Ok hear is the deal with crap of a club... Eddie dunnaway, reggie and rae r (and rest of the family), and billy b are the most lying, back stabbing people in the world and also in that club, if you are planning in joining this club do not let these people fool you, they are immature and ruthless!!! These certain people will seem like the nicest most freindliest people in the world but they are not!!! Once again they are trying to cover up there own problems by blamming it on the younger crowd! Rae i would like to see what laws these younger adults have broken during the past hunting year? Also when you only have 8 members attending a meeting in which the club was not informed of and you (rae reggie eddie billy) vote on kicking people out that did not break one single by-law that is stupid and unacceptable!!!  As far as billy b goes and eddie d calling the dnr of a truck full of card holding members is the stupidest thing have ever heard of in my life!!! Also woodland swamp has not been around since 1976 redbird hunting club has been around since 1976!  Also rae i would like to say one last thing about your post, and answer this truthfully and dont make up any bullcrap excuse of an answer! I would like to see proof of the young adults partying, night hunting, and tearing up the roads?

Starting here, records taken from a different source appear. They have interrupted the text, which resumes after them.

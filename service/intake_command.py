"""``mixroute intake``: the IMAP intake as a process (settings, logging, signals).

The work itself is :class:`intake.imap.ImapIntake`; this module only builds it from the
settings (``MIXROUTE_INTAKE_*``, see :class:`service.settings.IntakeSettings`).
"""

from __future__ import annotations

import logging
import signal
from types import FrameType

from intake.config import ImapConfig
from intake.smtp_door import SmtpDoorConfig
from service.logs import configure_logging
from service.settings import IntakeSettings, load_settings

log = logging.getLogger(__name__)


def imap_config_from_settings(settings: IntakeSettings, review_unknown_share: float) -> ImapConfig:
    """The intake's :class:`intake.config.ImapConfig` from the settings (ConfigError if bad)."""
    return ImapConfig(
        host=settings.imap_host,
        user=settings.imap_user,
        password=settings.password(),
        port=settings.imap_port,
        folder=settings.imap_folder,
        security=settings.imap_security,
        allow_plain=settings.imap_allow_plain,
        filing=settings.filing,
        review_folder=settings.review_folder or None,
        folder_prefix=settings.folder_prefix,
        keyword_prefix=settings.keyword_prefix,
        poll_seconds=settings.poll_seconds,
        idle_seconds=settings.idle_seconds,
        use_idle=settings.use_idle,
        strip_quotes=not settings.keep_quotes,
        review_unknown_share=review_unknown_share,
        ca_file=str(settings.imap_ca_file) if settings.imap_ca_file else None,
    )


def smtp_config_from_settings(
    settings: IntakeSettings, review_unknown_share: float
) -> SmtpDoorConfig:
    """The SMTP door's configuration from the settings (ConfigError if bad)."""
    return SmtpDoorConfig(
        listen_host=settings.smtp_listen_host,
        listen_port=settings.smtp_listen_port,
        relay_host=settings.smtp_relay_host,
        relay_port=settings.smtp_relay_port,
        relay_security=settings.smtp_relay_security,
        relay_user=settings.smtp_relay_user,
        relay_password=settings.smtp_relay_password.get_secret_value(),
        review_address=settings.smtp_review_address or None,
        fallback_address=settings.smtp_fallback_address or None,
        strip_quotes=not settings.keep_quotes,
        review_unknown_share=review_unknown_share,
    )


def run_smtp_door(model: str | None = None) -> int:
    """Run the SMTP door until SIGTERM/SIGINT; exit status."""
    import threading

    from intake.smtp_door import start_door
    from service.cli import CommandError
    from state.connection import redis_from_url
    from state.registry import Registry

    settings = load_settings()
    intake_settings = IntakeSettings()
    if not settings.redis_url:
        raise CommandError("`mixroute intake --smtp` needs the model's Redis: set REDIS_URL", 2)
    config = smtp_config_from_settings(intake_settings, settings.review_unknown_share)
    secrets = [config.relay_password] if config.relay_password else []
    configure_logging(settings.log_level, settings.log_format, secrets)
    name = model or intake_settings.model or settings.default_model
    client = redis_from_url(settings.redis_url)
    Registry(client).get(name)
    controller = start_door(client, name, config)
    done = threading.Event()

    def on_signal(signum: int, frame: FrameType | None) -> None:
        log.info("signal %d: closing the SMTP door", signum)
        done.set()

    signal.signal(signal.SIGTERM, on_signal)
    signal.signal(signal.SIGINT, on_signal)
    done.wait()
    controller.stop()
    return 0


def run_intake(model: str | None = None, *, once: bool = False) -> int:
    """Run the IMAP intake until SIGTERM/SIGINT (or, with ``once``, until the folder is
    filed); exit status."""
    from intake.imap import ImapIntake
    from service.cli import CommandError
    from state.connection import redis_from_url
    from state.registry import Registry

    settings = load_settings()
    intake_settings = IntakeSettings()
    if not settings.redis_url:
        raise CommandError(
            "`mixroute intake` needs the model's Redis: set REDIS_URL (or MIXROUTE_REDIS_URL)", 2
        )
    if not intake_settings.imap_host or not intake_settings.imap_user:
        raise CommandError("set MIXROUTE_INTAKE_IMAP_HOST and MIXROUTE_INTAKE_IMAP_USER", 2)
    try:
        config = imap_config_from_settings(intake_settings, settings.review_unknown_share)
    except OSError as exc:
        raise CommandError(
            f"cannot read the IMAP password file: {exc.strerror or exc}", 2
        ) from None
    password = intake_settings.password()
    secrets = [password] if password else []
    configure_logging(settings.log_level, settings.log_format, secrets)
    name = model or intake_settings.model or settings.default_model
    client = redis_from_url(settings.redis_url)
    Registry(client).get(name)  # ModelNotFoundError: a one-line error
    intake = ImapIntake(client, name, config)
    if once:
        intake.run_until_idle()
        note = ""
        if intake.unreadable:
            note += f", {intake.unreadable} unreadable left in place"
        if intake.waiting_for_model:
            note += "; the model has no checkpoint yet: new mail queued for learning, not filed"
        print(f"filed {intake.filed} message(s) from {config.label}{note}")
        return 0

    def on_signal(signum: int, frame: FrameType | None) -> None:
        log.info("signal %d: stopping the intake after the message in hand", signum)
        intake.stop()

    signal.signal(signal.SIGTERM, on_signal)
    signal.signal(signal.SIGINT, on_signal)
    intake.run()
    return 0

If the younger crowd did this all year why didnt you or the club president put a stop to it in the begining instead of calling the law and blaming it on certain people?  Answer that truthfully?


----------



## MUDPUPPY0435 (Apr 6, 2010)

Oh yea i hate to say woodland swamp will not be a hunting club next even though past board members on the club committie say it will be it will not be a could pperiod!!!!


----------



## nolf34 (Apr 14, 2010)

well i don't know bout all these going on's but i talked to tony(if it's ok to mention names), night for last. i have got several people who want to join and i hope all this is just some mad people venting. anyway annie rae we will in touch. thanks for the time=-kenn


----------



## nolf34 (Apr 14, 2010)

dogman is this tony? i talked to you the other night about the club. just to give a little input on us. we all were raised dog hunting and have done it for years. we got out due to the regs and stuff dnr put on it, cause we could not find enough land to run. we used to hunt several small spots but they stopped that. we would love to get back into it, we are all older men the youngest being 41 and thats me, but anyway i'll be in touch about the club,if you have a copy of the bi-laws, could you fax me a copy to 229-734-5875. thanks for the time.


----------